Can Soliders Die in Vain in a War of Liberation?

(1)
In an earlier post I objected to a question Wolf Blitzer asked of Howard Dean and Wesley Clark last weekend on Late Edition. Specifically, when those candidates pointed out that Iraq posed no threat to the United States, Blitzer asked them whether that meant that they thought that American soldiers who died in the war had died in vain. Some people, including Ezra Klein, responded by arguing that they had not died in vain, since their efforts had freed the Iraqi people from oppression even if they had not made the U.S. safer. [oops. Turns out I misinterpreted Ezra (see comments section). My bad. Others made the same response though (see comments to first post.)] This is a plausible response. I didn’t discuss it in the earlier post since I thought that it was clear that the same kinds of considerations I discussed there applied to this response. Now I realize that’s not so obvious, so here I state the argument explicitly.

(2)
If our president tells us falsely that another country poses a threat to us and I believe him, go to war, and am killed in battle, then, although my intentions were good and my action was right, and although I acted in accordance with my duty, my death is pointless—it is a waste. It is not entirely clear what it means to say that a person has died in vain, but it seems to me that to die a senseless death of this kind would be to die in vain. If this is correct, then to say that a person has died in vain is not to draw a conclusion about that person’s moral status, it is to draw a conclusion about the efficacy of the efforts he was engaged in at the time of his death. A good person can die in vain—even while attempting to do the right thing—if he is, for example deceived into fighting for a futile cause.

(3)
But even if the threat to the U.S. was fictitious, the oppression of the Iraqi people was real. So there is a moral argument for the conclusion that our soldiers do not die in vain. Ezra’s argument is such an argument, and it’s an argument that I find plausible. However, considerations similar to those in (2) threaten the cogency of this argument. A war of liberation is just only if it has a reasonable chance of improving the lives of the people it aims to liberate. If we aimed to liberate an oppressed people knowing full well that they would all starve to death immediately after the war and we did not take reasonable steps to prevent this, then the war would not be just. But, more to the point--by reasoning parallel to our reasoning in (2)--any soldiers who died in such a war, no matter how heroic their actions, would have died to no effect. That is, they would have died in vain.

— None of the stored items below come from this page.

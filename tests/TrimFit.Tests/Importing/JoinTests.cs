using System.IO.Compression;
using System.Text;
using TrimFit.Core.Logs;
using TrimFit.Import;
using TrimFit.Import.Joining;

namespace TrimFit.Tests.Importing;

Is our war in Iraq such a war? It threatens to be. The administration did not plan adequately for the post-war period, and they seem to be intent on pulling our troops out of Iraq prematurely, apparently for political reasons. If Iraq descends into civil war, and if this is a foreseeable consequence of our actions, then it is likely that our invasion of Iraq will have been futile. If this turns out to be true, then one can make a plausible case that our soldiers have died in vain.

(4)
This is not a pleasant conclusion, and I take no satisfaction in drawing it. I direct your attention to this line of reasoning not simply in order to score points against the administration; in fact, I believe that many liberals have exacerbated the problem by putting pressure on the administration to withdraw from Iraq. Rather, I draw your attention to this argument in order to emphasize how profound is the decision to go to war, and how profound the consequences of doing so for ill-considered reasons. If we go to war unwisely, it is far more likely that we will do so to no good effect. And if we go to war to no good effect, it seems plausible that those who die in that war—Americans as well as non-Americans—die in vain.